How JustConvertHEIC Works
Your HEIC photos are converted entirely in your browser. Here is exactly what happens under the hood.
Browser-Side Processing
JustConvertHEIC runs entirely in your web browser. When you convert a HEIC file, every step happens on your device — no file is ever sent to any server, and no external service processes your data.
Technical Implementation
The tool is built on these browser APIs and open-source libraries:
@discourse/heic
A WebAssembly build of libheif and libde265, published by Discourse as part of the jSquash codec library.

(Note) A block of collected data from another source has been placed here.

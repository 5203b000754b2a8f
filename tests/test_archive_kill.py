"""The kill test: a writer killed with SIGKILL at random moments never damages the archive.

A writer process imports runs, edits the asset tree and rebuilds the catalogue in a
loop, printing each committed change; it is killed after a seeded random delay, 20
times over.  After each kill the archive must open, ``check()`` must find nothing wrong
(the interrupted run is simply absent) and every run and edit reported before the kill
must be there with its samples intact (SHA-256 by hashlib, FIPS 180-4).
"""

from __future__ import annotations

import hashlib
import random
import select
import signal
import subprocess
import sys
import time
from pathlib import Path

import pytest
from _archive_helpers import POINT, new_archive

from engine.archive import open_archive

ROOT = Path(__file__).resolve().parents[1]
KILLS = 20

WRITER = r"""
import hashlib, random, sys, warnings
import numpy as np
warnings.simplefilter("ignore")
from engine.archive import open_archive
from engine.recording import Channel, Recording

folder, seed = sys.argv[1], int(sys.argv[2])
rnd = random.Random(seed)
points = ["Works/P-101/motor DE H", "Works/P-101/pump DE H"]
arc = open_archive(folder, mode="w", command=f"kill test {seed}")
print("OPEN", flush=True)
i = 0
while True:
    op = rnd.random()
    i += 1
    if op < 0.8:
        rng = np.random.default_rng(seed * 100_000 + i)
        x = rng.standard_normal(int(rng.integers(4096, 150_000)))  # 1 or 2 chunks
        digest = hashlib.sha256(x.astype("<f8").tobytes()).hexdigest()
        r = arc.import_recording(Recording(5120.0, [Channel(x, "g")], source="k.wav"),
                                 points[i % 2], notes=f"{seed}/{i}")
        print("RUN", r.run_id, digest, flush=True)
    elif op < 0.9:
        tag = f"M-{seed}-{i}"
        arc.add_machine("Works", tag, nominal_rpm=1000.0 + i)
        print("MACHINE", tag, flush=True)
    elif op < 0.97:
        lines = rnd.choice([400, 800, 1600, 3200, 6400])
        arc.update_point(points[0], lines=lines)
        print("LINES", lines, flush=True)
    else:
        arc.rebuild()
        print("REBUILD", flush=True)
"""


def _complete_lines(text: str) -> list[list[str]]:
    lines = text.split("\n")
    return [ln.split() for ln in lines[:-1] if ln.strip()]  # the last may be cut short


@pytest.mark.slow  # about 40 s: 20 writer processes, each started, run and killed
@pytest.mark.filterwarnings("ignore::engine.errors.EngineWarning")
def test_archive_survives_sigkill_at_random_moments(tmp_path):
    folder = tmp_path / "kill.shaftwatch"
    new_archive(folder, points=2).close()
    rnd = random.Random(20260803)
    runs: dict[str, str] = {}
    machines: set[str] = set()
    lines_value = None
    for kill in range(KILLS):
        proc = subprocess.Popen([sys.executable, "-c", WRITER, str(folder), str(kill + 1)],
                                cwd=ROOT, stdout=subprocess.PIPE, stderr=subprocess.DEVNULL)
        # Wait until the writer has the archive open (start-up time varies with the
        # machine's load), then kill it at a random moment of its work.
        ready, _, _ = select.select([proc.stdout], [], [], 60.0)
        assert ready and proc.stdout.readline().strip() == b"OPEN", "writer did not start"
        time.sleep(rnd.uniform(0.02, 0.9))
        proc.send_signal(signal.SIGKILL)
        out, _ = proc.communicate()
        new_runs = {}
        for words in _complete_lines(out.decode()):
            if words[0] == "RUN":
                new_runs[words[1]] = words[2]
            elif words[0] == "MACHINE":
                machines.add(words[1])
            elif words[0] == "LINES":
                lines_value = int(words[1])
        runs.update(new_runs)
        with open_archive(folder) as arc:
            assert arc.check() == [], f"after kill {kill + 1}"
            listed = {r.run_id for r in arc.runs()}
            assert set(runs) <= listed
            assert len(listed - set(runs)) <= 1  # at most the run cut off before its print
            for rid, digest in new_runs.items():
                # check() has just verified every stored sample against its stored
                # SHA-256 (older runs too); a new run's must be the writer's own,
                # computed before the import.
                assert arc.run_info(rid).channels[0]["sha256"] == digest
            assert machines <= set(arc.plant.sites["Works"].machines)
            if lines_value is not None:
                assert arc.point(POINT).props["lines"] == lines_value
    assert len(runs) >= KILLS // 2, "the writer should have committed runs between kills"
    last = next(iter(runs))
    rec, _ = open_archive(folder).read_run(last)  # and the samples themselves read back
    assert hashlib.sha256(rec.channels[0].samples.astype("<f8").tobytes()).hexdigest() \
        == runs[last]
    with open_archive(folder, mode="w") as arc:  # a writer after the last kill
        assert arc.check() == []
    assert not list(folder.rglob("*.tmp"))
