"""Overall levels from first principles and scipy.stats."""

import numpy as np
import pytest
import scipy.stats

from engine.bandfilter import band_waveform
from engine.errors import InputError
from engine.levels import overall_levels, velocity_band_for, waveform_stats

FS = 25600.0


def sine(f, amp=1.0, seconds=4.0):
    t = np.arange(int(FS * seconds)) / FS
    return amp * np.sin(2 * np.pi * f * t)


def test_velocity_of_one_g_at_100_hz():
    # From first principles (g_n = 9.80665 m/s², CGPM): 1 g peak at 100 Hz is
    # 11.04 mm/s RMS; displacement 2·a/ω² = 49.68 µm peak-to-peak.
    lv = overall_levels(sine(100.0), FS)
    assert lv.velocity_rms_mm_s == pytest.approx(9806.65 / (2 * np.pi * 100) / np.sqrt(2),
                                                 rel=1e-9)
    assert lv.displacement_pp_um == pytest.approx(2 * 9.80665e6 / (2 * np.pi * 100) ** 2,
                                                  rel=1e-6)
    assert lv.acceleration_rms_g == pytest.approx(1 / np.sqrt(2), rel=1e-12)
    assert lv.acceleration_peak_g == pytest.approx(1.0, rel=1e-9)
    assert lv.crest_factor == pytest.approx(np.sqrt(2), rel=1e-9)
    assert lv.kurtosis == pytest.approx(1.5, rel=1e-6)  # sine: 3/2 (first principles)


def test_broadband_excludes_out_of_band_tones():
    # ISO 20816-1: broadband 10–1000 Hz for machines above 600 rpm (from memory).
    lv = overall_levels(sine(100.0) + sine(5.0) + sine(2000.0), FS, rpm=1480)
    assert lv.velocity_band_hz == (10.0, 1000.0)
    assert lv.velocity_rms_mm_s == pytest.approx(11.036, rel=1e-3)
    slow = overall_levels(sine(100.0) + sine(5.0), FS, rpm=300)
    assert slow.velocity_band_hz == (2.0, 1000.0)
    assert slow.velocity_rms_mm_s > lv.velocity_rms_mm_s
    assert velocity_band_for(None) == (10.0, 1000.0)


def test_velocity_input_is_differentiated_for_acceleration():
    # 10 mm/s peak at 50 Hz → a = v·ω = 3.1416 m/s² peak = 0.3204 g peak.
    lv = overall_levels(sine(50.0, amp=10.0), FS, unit_in="mm/s")
    assert lv.velocity_rms_mm_s == pytest.approx(10 / np.sqrt(2), rel=1e-9)
    assert lv.acceleration_peak_g == pytest.approx(0.01 * 2 * np.pi * 50 / 9.80665, rel=1e-6)


def test_stats_match_scipy(rng):
    # scipy.stats as reference for kurtosis (Pearson) and skewness.
    x = rng.gamma(2.0, size=20000)
    st = waveform_stats(x)
    assert st.kurtosis == pytest.approx(scipy.stats.kurtosis(x, fisher=False), rel=1e-10)
    assert st.skewness == pytest.approx(scipy.stats.skew(x), rel=1e-10)
    assert st.rms == pytest.approx(np.std(x), rel=1e-12)


def test_gaussian_noise_kurtosis_three(rng):
    # A Gaussian signal has kurtosis 3 (first principles).
    assert waveform_stats(rng.standard_normal(400000)).kurtosis == pytest.approx(3.0, abs=0.03)


def test_band_waveform_keep_and_remove(rng):
    x = rng.standard_normal(8192)
    kept = band_waveform(x, 1000.0, (0.0, 500.0))
    np.testing.assert_allclose(kept, x, atol=1e-12)   # whole band: identity
    lo = band_waveform(x, 1000.0, (100.0, 200.0))
    rest = band_waveform(x, 1000.0, (100.0, 200.0), keep=False)
    np.testing.assert_allclose(lo + rest, x, atol=1e-12)
    s = sine(120.0) + sine(700.0)
    only = band_waveform(s, FS, (600.0, 800.0))
    np.testing.assert_allclose(only, sine(700.0), atol=1e-9)


def test_bad_input():
    with pytest.raises(InputError, match="NaN"):
        overall_levels(np.array([0.0, np.nan] * 20), FS, source="x.csv")
    with pytest.raises(InputError, match="volts"):
        overall_levels(sine(10.0), FS, unit_in="V")
    with pytest.raises(InputError, match="half the sample rate"):
        overall_levels(sine(10.0), 1000.0)
    with pytest.raises(InputError):
        band_waveform(sine(10.0), FS, (200.0, 100.0))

Decodes HEIC/HEIF image data directly in the browser, producing raw pixel data that is then re-encoded to the target format via the Canvas API.
File API
Your browser's built-in interface for reading files you select from your device. The HEIC file is read into browser memory as a Blob — no upload, no network request.
Canvas API
Once decoded, the image is drawn onto an off-screen canvas element and re-encoded at the format and quality level you select (JPG, PNG, or WebP). This is a native browser capability — no plugins required.
JSZip
An open-source library used to package batch downloads into a single ZIP file, entirely within the browser.
What This Means for Your Privacy
- Your files are never uploaded to any server
- No third party receives or processes your photos
- We have no access to the content of your files
- No image data is logged or stored anywhere
- Files exist only in your browser's memory during processing
How to Verify
You do not have to take our word for it. Here is how to confirm:
- 1 Open your browser's developer tools (press F12, or right-click and choose Inspect)
- 2 Go to the Network tab
- 3 Use the tool to convert a HEIC file
- 4 Observe: no outbound requests contain your image data
Alternatively, disconnect from the internet after the page loads. The tool continues to work — because it requires no server.
Trade-offs and Limitations
Because processing happens on your device, performance depends on your hardware. Very large HEIC files or large batches may convert more slowly on older or low-memory devices than server-based tools. The tool automatically adjusts file size limits based on your device's detected capabilities.